Конан и сокровища Пифона - страница 18

стр.

— Значит, мы совсем недалеко от Кеми, — сказал Ульфило. Все трое, вполне оправившись от морской болезни, были сейчас в добром здравии. — Сколько дотуда еще, Конан? — Он повернулся к киммерийцу.

— Прибудем после полудня, — ответил тот угрюмо. На Конане были сейчас только короткие бриджи, какие обычно носят матросы. Полоска алой ткани, повязанная вокруг лба, удерживала непослушные волосы и защищала глаза от набегавших струек пота.

— Это, кажется, тебя не радует, — заметил Спрингальд.

— Нет, не радует, — подтвердил Конан. — Не люблю Стигию. Здешний народ — бессловесные рабы, а управляют ими жрецы и чернокнижники. Во всем этом есть что-то унизительное.

— Но Стигия — древнейшее из государств, — сказал Спрингальд, — ее история восходит к старинному Ахерону и таинственным легендам о сказочном Пифоне. По сравнению со стигийцами мы, гиперборейцы, — просто малые дети. Всего лишь несколько веков назад наши предки были дикими варварами. А история Стигии исчисляется тысячелетиями!

— Это история порабощения и подавления свободы, — не сдавался Конан. — Лучше уж дикое варварство, каким бы жестоким оно ни было, чем господство колдунов.

— И тем не менее в Кеми мы должны зайти, — сказал Ульфило.

К ним на ют поднялся Вульфред.

— Вы говорили о Кеми? Должен вас предупредить, этот порт не такой, как другие. Стигийцы не любят чужеземцев, и в город им после наступления темноты выходить запрещается.

— Разве при таких ограничениях можно вести какую-нибудь торговлю? — спросила Малия.

— В гавани есть островок под названием Черепаший. Там и стоят иностранные суда. И лишь некоторым из них под неусыпным контролем разрешается выгружать свой товар в самом порту Кеми. А если чужестранца застанут в городе после захода солнца, его немедленно отправляют на смерть.

— Да, похоже, Конан прав: нрав у стигийцев недружелюбный, — заметил Ульфило.

— Но зато они богаты, — сказал Вульфред. — Стигийские правители и знать всегда соблюдали свои интересы, и если к ним попадало что-то ценное, они его уже не выпускали из рук. На королевском погребальном наряде столько золота, сколько у других королей не было и за всю жизнь. — Вульфред, как истинный ванир, не мог без воодушевления рассказывать о большом богатстве. — Не имей их чертовы проклятья такой силы, я бы давно уже привел в Стигию несколько больших кораблей, просто чтобы разворошить эти гробницы.

— Жаль, что здесь так не любят чужестранцев, — заметил Спрингальд. — Я надеялся воспользоваться нашей остановкой в Кеми, чтобы воочию увидеть те чудеса, о которых читал в книгах.
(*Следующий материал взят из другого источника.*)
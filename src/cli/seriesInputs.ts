/**
 * What the series verbs read from disk (Node only): the series named on the command line — a `.pvd`
 * collection file, a folder (its one `.pvd`, else its numbered result files), a pattern, or several files
 * — as a series index, and the file access (`SeriesFiles`) the streaming evaluation reads steps through.
 */
import { readdirSync, statSync } from 'node:fs';
import { readFile } from 'node:fs/promises';
import { basename, dirname, join, resolve as resolvePath } from 'node:path';
import { readFieldDataOnly } from '../io/fieldDataOnly.ts';
import { loadDatasetFile, nodeInflate, openFileSource } from '../io/nodeFiles.ts';
import { stepFilesOfFolder } from '../series/numberedFiles.ts';
import { openCollection, openNumbered, type SeriesFiles } from '../series/seriesOpen.ts';
import type { SeriesIndex } from '../series/seriesIndex.ts';
import { expandInputs, isGlob } from './fileGlob.ts';

/** Files on disk, by path (relative to the working folder or absolute). */
export const nodeSeriesFiles: SeriesFiles = {
  async text(path) {
    try { return await readFile(path, 'utf8'); } catch (e) {
      throw new Error(`${path}: cannot read file (${(e as NodeJS.ErrnoException).code === 'ENOENT' ? 'no such file' : String(e)})`);
    }
  },
  load: (path, opts) => loadDatasetFile(path, opts ?? {}),
  async fieldData(path) {
    const src = await openFileSource(path);
    // a set's field data lies in its pieces, resolved next to the set file
    const folder = dirname(resolvePath(path));
    try {
      return await readFieldDataOnly(src, { inflate: nodeInflate, resolveSource: (rel) => openFileSource(resolvePath(folder, rel)) });
    } finally { await src.close(); }
  },
};

const isPvd = (p: string): boolean => p.toLowerCase().endsWith('.pvd');
const isDir = (p: string): boolean => { try { return statSync(p).isDirectory(); } catch { return false; } };

/** Whether command-line inputs name a series rather than single result files: a `.pvd`, a folder. */
export function looksLikeSeries(input: string): boolean {
  return isPvd(input) || isDir(input);
}

/** The series named by the command-line inputs (see the file comment); errors name the input. */
export async function openSeriesInput(inputs: readonly string[], files: SeriesFiles = nodeSeriesFiles): Promise<SeriesIndex> {
  if (inputs.length === 0) throw new Error('give a series: a .pvd collection file, a folder of numbered result files, a pattern such as "run/flow_*.vtu", or several files');
  if (inputs.length === 1 && isPvd(inputs[0]!)) return openCollection(inputs[0]!, files);
  if (inputs.length === 1 && isDir(inputs[0]!)) {
    const dir = inputs[0]!;
    const names = readdirSync(dir).sort();
    const pvds = names.filter(isPvd);
    if (pvds.length > 1) throw new Error(`${dir}: holds ${pvds.length} collection files (${pvds.join(', ')}); name the one to read`);
    if (pvds.length === 1) return openCollection(join(dir, pvds[0]!), files);
    return openNumbered(basename(dir.replace(/[\\/]+$/, '')) + '/', stepFilesOfFolder(names, dir).map((n) => join(dir, n)), files);
  }
  const paths = expandInputs(inputs);
  const pvd = paths.find(isPvd);
  if (pvd) throw new Error(`${pvd}: a collection file is a whole series; give it alone`);
  const name = inputs.length === 1 && isGlob(inputs[0]!) ? inputs[0]! : `${paths.length} files`;
  return openNumbered(name, paths, files);
}
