/**
 * The picture options shared by the verbs that write a report folder (`report`, `reduce`):
 * `--width`/`--height` (pixels, 64–4096; default 1200 × 800) and `--pictures N` / `--no-pictures`
 * (how many view pictures at most; default 12, at least 1, or none).
 */
import { parseNumber, str, type ParsedArgs } from './args.ts';

/** Pictures a report makes at most unless `--pictures` says otherwise. */
export const MAX_PICTURES_DEFAULT = 12;

export interface PictureOptions {
  /** Picture size in pixels. */
  width: number;
  height: number;
  /** Most pictures to make (0: none). */
  maxPictures: number;
}

/** Reads and checks the picture options of `args`; a bad value throws a one-line error naming the option. */
export function pictureOptions(args: ParsedArgs): PictureOptions {
  const size = (name: string, def: number) => {
    const t = str(args, name);
    const v = t === undefined ? def : parseNumber(t, name);
    if (!(Number.isInteger(v) && v >= 64 && v <= 4096)) throw new Error(`--${name}: expected whole pixels from 64 to 4096, got ${t}`);
    return v;
  };
  const width = size('width', 1200), height = size('height', 800);
  const picturesText = str(args, 'pictures');
  if (picturesText !== undefined && args.options['no-pictures']) throw new Error('choose one of --pictures and --no-pictures');
  const maxPictures = args.options['no-pictures'] ? 0 : picturesText === undefined ? MAX_PICTURES_DEFAULT : parseNumber(picturesText, 'pictures');
  if (!(Number.isInteger(maxPictures) && (maxPictures >= 1 || args.options['no-pictures']))) throw new Error(`--pictures: expected a whole number of pictures, at least 1, got "${picturesText}" (--no-pictures makes none)`);
  return { width, height, maxPictures };
}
Я думал даже, что удастся получить разрешение подняться вверх по реке, до Луксура, туда, где храмы и усыпальницы своим великолепием просто поражают воображение.

— Мне кажется, чем раньше мы уйдем отсюда, тем лучше. — Малия поежилась. — Давайте побыстрее завершим все дела, наведем справки о моем муже и продолжим плавание.

— Это, несомненно, самое лучшее, что мы можем сделать, — согласился Конан.

— И кроме того, стигийцы просто не оставят нам другого выхода, — подтвердил Вульфред.

Охватив с обеих сторон грязные воды Стикса, в море врезались два темных скалистых мыса. На них сгрудились многочисленные приземистые постройки из черного камня, одни совсем старые и уже полуразрушенные, другие, наоборот, — полные жизни, окруженные оборонительными укреплениями, которые были снабжены специальными орудиями для потопления неугодных кораблей. «Морской тигр» спустил паруса, матросы взялись за весла.

Не успели они пройти первые форты, как им навстречу быстро двинулось красное судно с тараном в виде головы крокодила; в воду дружно погружались несколько пар черных весел.

— Они хотят нас потопить? — испуганно спросила Малия.

— Это просто таможенный корабль, — рассмеялся Вульфред, — просто очень безобразный на вид. Уж будь уверена, если когда-нибудь увидишь их настоящую военную галеру, сама схватишься за весла, чтобы только уйти поскорее.

Корабль приблизился, взрезая белую пену. «Морской тигр» сложил весла, и на его палубу перебросили трап, по которому с таможенного корабля поднялось несколько человек. В основном это были крепко сложенные чернокожие, явно из низшего сословия, но среди них выделялся главный — высокий, темноволосый и темноглазый, он отличался от остальных более светлым оттенком кожи.